The daughter has said "Chip" for the boy, "Emily" for the girl.

I like "Hudson" for the boy...

Can anyone think of any more plane/puppy names?

Oh, And..............


----------



## comiso90 (Apr 11, 2009)

I had a cat named "Hetzer" after the AT Tank...

How about:
Jug
Zeke
Spit
Ak-Ak
Flak...nice cause of the black
Mossie


----------



## Crunch (Apr 11, 2009)

We both like Zeke!

Friends just said to call one "promise", and one "bonus"...
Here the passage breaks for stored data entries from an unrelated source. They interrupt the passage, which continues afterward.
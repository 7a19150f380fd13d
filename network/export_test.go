package network

import (
	"bytes"
	"encoding/json"
)

// DenseConservationLaws is the earlier dense method, for the comparison
// of laws_external_test.go.
var DenseConservationLaws = denseConservationLaws

// wholeModel is the file form of a whole model, for the reference
// encoding of WholeDocument.
type (
	fileModel struct {
		Format       string            `json:"format"`
		Title        string            `json:"title,omitempty"`
		Note         string            `json:"note,omitempty"`
		Units        *fileUnits        `json:"units,omitempty"`
		Compartments []fileCompartment `json:"compartments,omitempty"`
		Species      []fileSpecies     `json:"species"`
		Parameters   []fileParameter   `json:"parameters,omitempty"`
		Assignments  []fileAssignment  `json:"assignments,omitempty"`
		Reactions    []fileReaction    `json:"reactions"`
		Events       []fileEvent       `json:"events,omitempty"`
		Rates        []fileRateRule    `json:"rates,omitempty"`
		Simulation   *fileSimulation   `json:"simulation,omitempty"`
		Layout       *fileLayout       `json:"layout,omitempty"`
	}
)

// WholeDocument encodes m as one value with encoding/json (two-space
// indent, no HTML escapes): the text Model.Write, which encodes a field
// and a list item at a time, is to give byte for byte.
func WholeDocument(m *Model) ([]byte, error) {
	f := fileModel{Format: Format, Title: m.Title, Note: m.Note,
		Species: []fileSpecies{}, Reactions: []fileReaction{}}
	if m.Units != (Units{}) {
		f.Units = &fileUnits{Time: m.Units.Time, Amount: m.Units.Amount, MoleculesPerAmount: m.Units.MoleculesPerAmount}
	}
	for _, c := range m.Compartments {
		f.Compartments = append(f.Compartments, fileCompartment(c))
	}
	for _, s := range m.Species {
		f.Species = append(f.Species, fileSpecies(s))
	}
	for _, p := range m.Parameters {
		f.Parameters = append(f.Parameters, fileParameter(p))
	}
	for _, a := range m.Assignments {
		f.Assignments = append(f.Assignments, fileAssignment(a))
	}
	for _, r := range m.Reactions {
		f.Reactions = append(f.Reactions, fileReaction{Name: r.Name, Equation: r.Equation, Note: r.Note, Rate: fileRate(r.Rate)})
	}
	for _, e := range m.Events {
		f.Events = append(f.Events, fileEvent{Name: e.Name, Note: e.Note, At: optValue(e.At), Every: optValue(e.Every),
			Count: e.Count, When: e.When, Once: e.Once, From: optValue(e.From), To: optValue(e.To),
			Add: e.Add, Set: e.Set, Infuse: e.Infuse})
	}
	for _, r := range m.Rates {
		f.Rates = append(f.Rates, fileRateRule(r))
	}
	fs := fileSimulationOf(m.Simulation)
	if fs != (fileSimulation{}) {
		f.Simulation = &fs
	}
	f.Layout = layoutForFile(m.Layout)
	var buf bytes.Buffer
	enc := json.NewEncoder(&buf)
	enc.SetIndent("", "  ")
	enc.SetEscapeHTML(false)
	if err := enc.Encode(&f); err != nil {
		return nil, err
	}
	return buf.Bytes(), nil
}
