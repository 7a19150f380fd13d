package network_test

import (
	"bytes"
	"reflect"
	"testing"

	"kinetarium/network"
)

// A rate's fields are a short list in the order of their keys, whatever
// order they are given, read or changed in; With copies, so that copies
// of a rate never share a change; Equal does not depend on the order.
// (The properties of a key–value list are common practice.)
func TestRateArgs(t *testing.T) {
	r := network.NewRate(network.MassAction, "k_reverse", 0.5, "k", "kon")
	want := []network.Arg{{Key: "k", Value: network.Named("kon")}, {Key: "k_reverse", Value: network.Number(0.5)}}
	if !reflect.DeepEqual(r.Args, want) {
		t.Fatalf("NewRate gave %v, want %v", r.Args, want)
	}
	if got := r.Arg("k_reverse"); got != network.Number(0.5) {
		t.Errorf("Arg(k_reverse) = %v, want 0.5", got)
	}
	if got := r.Arg("km"); got.Set {
		t.Errorf("Arg of an absent key is set: %v", got)
	}
	s := r.With("k", network.Number(2))
	if r.Arg("k") != network.Named("kon") || s.Arg("k") != network.Number(2) {
		t.Errorf("With changed the original (%v) or not the copy (%v)", r.Arg("k"), s.Arg("k"))
	}
	u := s.With("k_reverse", network.Value{}).With("aa", network.Number(1))
	if len(s.Args) != 2 || !reflect.DeepEqual(u.Args, []network.Arg{{Key: "aa", Value: network.Number(1)}, {Key: "k", Value: network.Number(2)}}) {
		t.Errorf("removing and adding by With: %v (from %v)", u.Args, s.Args)
	}
	if got := u.With("aa", network.Value{}).With("k", network.Value{}).Args; got != nil {
		t.Errorf("a rate with every field removed keeps %v", got)
	}
	if !r.Equal(network.Rate{Law: network.MassAction, Args: []network.Arg{want[1], want[0]}}) {
		t.Error("Equal depends on the order of the fields")
	}
	if r.Equal(s) || r.Equal(network.NewRate(network.MassAction, "k", "kon")) {
		t.Error("Equal of rates with different fields")
	}
	// A file with the fields in another order reads as the same rate.
	const file = `{"format": "kinetarium.model/1", "species": [{"name": "A", "initial": 1}, {"name": "B", "initial": 0}],
 "parameters": [{"name": "kon", "value": 1}],
 "reactions": [{"name": "r", "equation": "A <=> B", "rate": {"k_reverse": 0.5, "law": "mass_action", "k": "kon"}}]}`
	m, err := network.Read(bytes.NewReader([]byte(file)), "rate.json")
	if err != nil {
		t.Fatal(err)
	}
	if got := m.Reactions[0].Rate; !reflect.DeepEqual(got.Args, want) || !got.Equal(r) {
		t.Errorf("read %v, want %v", got.Args, want)
	}
}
Because I promised her one......


----------



## comiso90 (Apr 11, 2009)

It should be a night fighter name cause of the black.

I cant think of a suitable one though.

I like "Flak"



.


----------



## comiso90 (Apr 11, 2009)

Oscar


----------



## Lucky13 (Apr 11, 2009)

Betty for the girl....as in Betty bomber, or maybe Dora for the Dora-9?


----------



## Von Frag (Apr 11, 2009)

Emily would be fine for the girl, H8K Emily. Don't know if you want to name a dog after a flying boat, but it would make your daughter happy and the Emily was in my opinion the finest looking flying boat ever produced.


----------



## FLYBOYJ (Apr 11, 2009)

"Bogey"


----------



## RabidAlien (Apr 11, 2009)

Heh. "Black" and "Widow". After the P-61.


----------



## pbfoot (Apr 11, 2009)

shagbat after the Walrus


----------



## Airframes (Apr 11, 2009)

Emil and Dora, after the '109 and '190?


----------



## Njaco (Apr 11, 2009)

Not a plane but someone brought a dog into our shelter one time whose name was "Deeohgee". I grimaced.


----------



## Crunch (Apr 12, 2009)

Njaco said:


> Not a plane but someone brought a dog into our shelter one time whose name was "Deeohgee". I grimaced.



 

Just like Deefa..... D for dog...


----------



## Thorlifter (Apr 12, 2009)

Dora and Gustov - German theme
Betty and Zeke - Japanese theme


----------



## chook (Apr 13, 2009)

OK this may not be a cool name of a plane but advice all the same. I've got a half border collie half king charles cavalier. Goes crazy over the ball then needs a cuddle! We left him nameless for a week or so to see what personality shone through. After that time where I found myself saying "what a [email protected]*#ing muppet" quite often it stuck. I now have a dog called muppet. Not what you were after crunch but relevant all the same I thought.


----------



## Crunch (Apr 13, 2009)

yeah, that makes sense chook. We didn't name my daughter for three days after she was born!

We've settled on Hudson (win = me) and Mahli, but we've still got 3 weeks, so we'll see.

Keep 'em coming in the mean time!


----------



## rochie (Apr 13, 2009)

how about schwarm and rotte


----------



## sturmer (Apr 13, 2009)

nice names, but i would have gone for Stuka


----------